MAT-file vs. YAML: Where storing data ends and configuration begins

When a seasoned MATLAB user encounters YAML for the first time, their most likely reaction is: Why should I use this if I already have MAT-files?

It’s a fair question. Both formats allow you to save and load variables from files. At a superficial level, they appear to solve the same problem. Therefore, it is not immediately obvious what the difference is between them or what the value proposition of each one really is.

To answer this question, we need to go beyond the problem of data storage and look at the problem of configuring tools and workflows.

In this article, we explore:

  • what problem MAT-files solve

  • what problem YAML solves

  • what happens when these two problems are not kept separate.

MAT-files are the solution for storage

The MAT-file format is a propietary binary format, designed by MATLAB, that allows data to be stored and loaded efficiently within MATLAB.

Its main strengths are:

  • Speed. Fast at reading and writing large volumes of data.

  • Compression. Efficiently compresses large numerical datasets.

  • Native support. Seamlessly handles complex MATLAB-specific objects and structures.

However, its binary nature creates “opacity”:

  • you cannot inspect a MAT-file without using MATLAB

  • you cannot easily compare versions of files

  • you cannot edit it with a text editor.

MAT-files are bad for configuration

This is where we move on to the second problem: configuration. The configuration problem has different requirements than the storing data problem. In configuration, the challenge is not volume of data, but cognitive complexity and change management.

The opacity of MAT-files creates three types of friction in a configuration context:

  • Version control friction. Git treats MAT-files as “blobs.” A git diff won’t show you which part changed, it only tells you the binary file (as a whole) is different.

  • Editing friction. To change a single value, you have to launch MATLAB, load the file into memory, modify the variable, and re-save.

  • Interoperability friction. Using a proprietary binary format makes it difficult to create workflows that involve other languages (such as Python or C++).

Example

STRIKE-GOLDD is a MATLAB tool for analyzing state-space models. This tool uses MAT-files for configuration. Specifically, to load the model to be analyzed.

The consequences of using MAT-files for this task are as follows:

  • If a colleague updates a model, you can’t “diff” the change. You must manually load both files in MATLAB’s workspace to compare them.

  • You need an auxiliary MATLAB script just to generate the configuration file because there is no way to write that binary file by hand.

  • There is a Python version of STRIKE-GOLDD, called StrikePy. However, the Python version cannot be configured using the same MAT-file as the MATLAB version.

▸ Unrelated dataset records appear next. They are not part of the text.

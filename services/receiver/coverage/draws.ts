import { at } from '../numeric/cells';
import { asinh, exp, log } from '../numeric/exp-log';
import { normalAbove, normalQuantile, normalQuantiles, studentQuantileAbove } from '../numeric/quantiles';
import { advance, mulberry32, streamSeed, unitDraw } from '../numeric/random';
import type { Entry } from '../network/values';

/** Turns a uniform draw into a value of its part. */
type Drawer = (u: number) => number;

/** Probability of a normal value below -3 sigma. */
const NORMAL_FROM = 1.3498980316300933e-3;
const NORMAL_SPAN = 1 - 2 * NORMAL_FROM;

/** @see evaluate.md rule 8; sigma of a normal value is a third of its tolerance, cut at +-3 sigma */
function drawerOf(entry: Entry): Drawer {
  const { centre: x, tol: t, bin: b, dist, lot } = entry;
  if (lot !== null) {
    const quantile = studentTable(lot.n - 1);
    const width = lot.s * Math.sqrt(1 + 1 / lot.n);
    return (u) => x + width * quantile(u);
  }
  if (dist === 'normal') return (u) => x * (1 + (t / 3) * normalQuantile(NORMAL_FROM + u * NORMAL_SPAN));
  if (dist === 'binned') {
    return (u) => (u < 0.5 ? x * (1 - (b + (t - b) * (1 - 2 * u))) : x * (1 + b + (t - b) * (2 * u - 1)));
  }
  if (dist === 'log-uniform') {
    const width = log(1 + t);
    return (u) => x * exp(width * (2 * u - 1));
  }
  return (u) => x * (1 + t * (2 * u - 1));
}

/** Nodes a unit of the normal scale, and how far it reaches (a draw of 32 bits ends at 6.4). */
const NODES = 20;
const REACH = 7;

/**
 * Quantile of Student's t through a table over the normal scale, where its inverse hyperbolic sine is smooth; cubic
 * between the nodes, 1e-8 of the value.
 */
function studentTable(freedom: number): Drawer {
  const size = REACH * NODES + 3;
  const table = new Float64Array(size + 1);
  for (let i = 0; i <= size; i += 1) table[i] = asinh(studentQuantileAbove(normalAbove(i / NODES), freedom));
  return (u) => {
    const z = normalQuantile(u);
    const place = Math.abs(z) * NODES;
    const i = Math.min(Math.floor(place), size - 2);
    const s = place - i;
    const p0 = i === 0 ? -at(table, 1) : at(table, i - 1);
    const p1 = at(table, i);
    const p2 = at(table, i + 1);
    const p3 = at(table, i + 2);
    // Cubic through four neighbours at -1, 0, 1, 2.
    const value =
      (-s * (s - 1) * (s - 2) * p0) / 6 +
      ((s + 1) * (s - 1) * (s - 2) * p1) / 2 -
      ((s + 1) * s * (s - 2) * p2) / 2 +
      ((s + 1) * s * (s - 1) * p3) / 6;
    const t = 0.5 * (exp(value) - exp(-value));
    return z < 0 ? -t : t;
  };
}

/** Boxes drawn at a time. */
export const BLOCK = 512;
/** Passing values of one column, never kept from one call to the next. */
const SCRATCH = new Float64Array(BLOCK);

/** Draws blocks of boxes, a column a value, each value from its own stream. Allocates nothing once it stands. */
export interface Sampler {
  /** Draws the next boxes, at most a block of them. */
  draw(count: number): void;
  /** Columns of the block, in the order of the indices. */
  columns: readonly Float64Array[];
  /** 1 where every drawn value lies within the limits of its field. */
  possible: Uint8Array;
  /** Writes the values of one box of the block into a row. */
  row(box: number, x: Float64Array): void;
}

interface Stream {
  entry: Entry;
  index: number;
  state: number;
  column: Float64Array;
  drawer: Drawer;
}

export function samplerOf(entries: readonly Entry[], indices: readonly number[], seed: number): Sampler {
  const streams = indices.map((index): Stream => {
    const entry = entries[index];
    if (entry === undefined) throw new RangeError(`No value ${index} in this design.`);
    return {
      entry,
      index,
      state: streamSeed(seed, entry.path),
      column: new Float64Array(BLOCK),
      drawer: drawerOf(entry),
    };
  });
  const possible = new Uint8Array(BLOCK);
  return {
    columns: streams.map(({ column }) => column),
    possible,
    draw(count) {
      possible.fill(1);
      for (const stream of streams) {
        stream.state = drawInto(stream, count);
        withinLimits(stream, count, possible);
      }
    },
    row(box, x) {
      for (let i = 0; i < streams.length; i += 1) {
        const stream = streams[i];
        if (stream !== undefined) x[stream.index] = at(stream.column, box);
      }
    },
  };
}

/** Fills a column and returns the stream's state after it. A uniform value, the commonest, has a loop without calls. */
function drawInto({ entry, state, column, drawer }: Stream, count: number): number {
  // As a signed 32-bit number the state stays off the heap; the bits are the same.
  let now = state | 0;
  if (entry.lot === null && entry.dist === 'uniform') {
    const { centre: x, tol: t } = entry;
    for (let i = 0; i < count; i += 1) {
      now = advance(now) | 0;
      column[i] = x * (1 + t * (2 * unitDraw(mulberry32(now)) - 1));
    }
  } else if (entry.lot === null && entry.dist === 'normal') {
    const { centre: x, tol: t } = entry;
    for (let i = 0; i < count; i += 1) {
      now = advance(now) | 0;
      column[i] = NORMAL_FROM + unitDraw(mulberry32(now)) * NORMAL_SPAN;
    }
    normalQuantiles(column, SCRATCH, count);
    for (let i = 0; i < count; i += 1) column[i] = x * (1 + (t / 3) * at(column, i));
  } else {
    for (let i = 0; i < count; i += 1) {
      now = advance(now) | 0;
      column[i] = drawer(unitDraw(mulberry32(now)));
    }
  }
  return now >>> 0;
}

function withinLimits({ entry, column }: Stream, count: number, possible: Uint8Array): void {
  const [least, most] = entry.limits;
  for (let i = 0; i < count; i += 1) {
    const drawn = at(column, i);
    if (!(drawn >= least && drawn <= most)) possible[i] = 0;
  }
}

YAML is the solution for configuration

YAML is a format designed specifically to solve the configuration problem. Its main advantage is that it is human-readable, which enables:

  • Version control. Because it is plain text (and not a binary file), it works naturally with version control systems. If someone changes a parameter, Git can show the exact line that was modified.

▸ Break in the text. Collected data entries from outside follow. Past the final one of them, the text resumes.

// `npm run bench`: bundles the benchmarks as the product bundles its engine, then runs them with the collector at hand.
import { spawnSync } from 'node:child_process';
import { mkdirSync } from 'node:fs';
import { join } from 'node:path';
import { fileURLToPath } from 'node:url';
import { build } from 'esbuild';

const root = fileURLToPath(new URL('../../', import.meta.url));
const folder = join(root, 'node_modules/.cache/coilyard');
const outfile = join(folder, 'bench.mjs');
mkdirSync(folder, { recursive: true });
await build({
  entryPoints: [join(root, 'test/benchmarks/main.ts')],
  outfile,
  bundle: true,
  platform: 'node',
  format: 'esm',
  target: 'node20',
  alias: { '@': root.replace(/\/$/, '') },
  logLevel: 'error',
});
const { status } = spawnSync(process.execPath, ['--expose-gc', outfile, ...process.argv.slice(2)], {
  cwd: root,
  stdio: 'inherit',
});
process.exitCode = status ?? 1;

  • Human editability. You can open a YAML file in any editor, understand the logic, and make changes instantly.

  • Interoperability. YAML is a widely adopted industry standard. A YAML file can be easily read in MATLAB, Python, C++, Java, Rust, and many other languages.

Example

Returning to STRIKE-GOLDD, if this tool used YAML to configure its models, the consequences would be:

  • Changes made by a colleague could be quickly understood using a “diff”.

  • Models could be developed directly, using auxiliary scripts only when necessary.

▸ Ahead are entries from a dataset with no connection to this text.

import { spawnSync } from 'node:child_process';
import fc from 'fast-check';
import { evaluate, InvalidInput, type DesignInput } from '@/services/receiver';
import { anyDesign } from '../unit/receiver/any-design';
import { nearDesign } from '../unit/receiver/near-design';
import { aSet, aSolenoid } from '../unit/receiver/builders';
import { cpuSeconds, heading, line, median, quantile } from './measure';

const DESIGNS = 150;
const SEED = 7;

/** A kit as the workbench writes it: wound coil with its tolerance, wire aerial, capacitor of stock. */
const aKit = aSet({
  aerial: { kind: 'wire', vertical: 6, horizontal: 12, radius: 0.0005, siteFactor: { nominal: 1.1, tol: 0.18 } },
  earth: { kind: 'resistance', r: { nominal: 50, tol: 1, dist: 'log-uniform' } },
  coil: { ...aSolenoid, lFactor: { nominal: 1, tol: 0.04, dist: 'normal' } },
  tuning: {
    kind: 'capacitor',
    min: { nominal: 1.2e-11, tol: 0.2 },
    max: { nominal: 5e-10, tol: 0.1 },
    law: 'capacitance',
  },
  stray: { nominal: 1e-11, tol: 0.5 },
});

function milliseconds(designs: readonly DesignInput[], boxes: number): number[] {
  return designs.flatMap((design) => {
    try {
      return [1000 * cpuSeconds(() => evaluate(design, { boxes }))];
    } catch (error) {
      if (error instanceof InvalidInput) return [];
      throw error;
    }
  });
}

const shown = (times: readonly number[]): string =>
  `${median(times).toFixed(1)} ms, 9 of 10 under ${quantile(times, 0.9).toFixed(1)} ms`;

export function verdictBenchmarks(): void {
  heading('Verdicts, processor time');
  const kit = Array.from({ length: 15 }, () => aKit);
  milliseconds(kit, 0);
  line("a kit's first verdict at a keystroke, no boxes", `${median(milliseconds(kit, 0)).toFixed(1)} ms`);
  line('the same with 2,000 boxes', `${median(milliseconds(kit, 2000)).toFixed(1)} ms`);
  line('the same with 20,000 boxes', `${median(milliseconds(kit, 20000)).toFixed(1)} ms`);
  line(
    'random sets that just about work, first verdict',
    shown(milliseconds(fc.sample(nearDesign, { numRuns: DESIGNS, seed: SEED }), 0)),
  );
  line(
    'random sets, most of them hopeless, first verdict',
    shown(milliseconds(fc.sample(anyDesign, { numRuns: DESIGNS, seed: SEED }), 0)),
  );
}

const STARTS = 7;

/** Wall time of a command, median. */
function started(words: readonly string[]): number {
  const times = Array.from({ length: STARTS }, () => {
    const begun = process.hrtime.bigint();
    spawnSync('npm', ['run', '-s', ...words], { encoding: 'utf8' });
    return Number(process.hrtime.bigint() - begun) / 1e6;
  });
  return median(times);
}

export function startBenchmarks(): void {
  heading('Command, wall time');
  const bare = started([]);
  const evaluated = started(['evaluate', '--', 'test/reference/designs/clears-series.json']);
  line(
    'npm run -s evaluate over a bare npm run -s',
    `${(evaluated - bare).toFixed(0)} ms`,
    `${bare.toFixed(0)} ms bare; below 500 ms is asked`,
  );
}
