import { boxBenchmarks } from './boxes';
import { networkBenchmarks } from './network';
import { seekBenchmarks } from './seek';
import { startBenchmarks, verdictBenchmarks } from './verdicts';

// Printed, not asserted: one run, medians, ratios of what ran in turn on the same machine.
const parts = {
  boxes: boxBenchmarks,
  network: networkBenchmarks,
  verdicts: verdictBenchmarks,
  seek: seekBenchmarks,
  start: startBenchmarks,
};
const asked = process.argv.slice(2);
for (const [name, run] of Object.entries(parts)) if (asked.length === 0 || asked.includes(name)) await run();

  • Interoperability between the MATLAB and Python versions would be guaranteed from the outset.

In fact, once configuration becomes interoperable, the need to develop the same tool in multiple programming languages decreases, since truly multi-language workflows become possible.

Conclusion: YAML and MAT-files solve different problems

Feature

MAT-file

YAML

Primary Goal

High-performance data storage

Human-readable configuration

Version Control

“Blob” (no diffs)

Line-by-line diffs

Editing

Requires MATLAB

Any text editor

Interoperability

Proprietary/Limited

Universal (Python, C++, etc.)

Data storage and configuration management have opposing requirements. Features that benefit one are irrelevant — or even harmful — for the other.

We have seen how opacity is detrimental to configuration. Conversely, human readability is detrimental to storage. If you need to store 2 GB of experimental data, human readability adds no value (no human can read 2 GB of raw experimental data) and actively limits efficiency in reading, writing, and compressing data.

Therefore, although YAML and MAT-files may appear similar on the surface, they are not alternatives to each other. They are responses to different needs. Understanding those needs helps avoid unnecessary debates and bad technical decisions.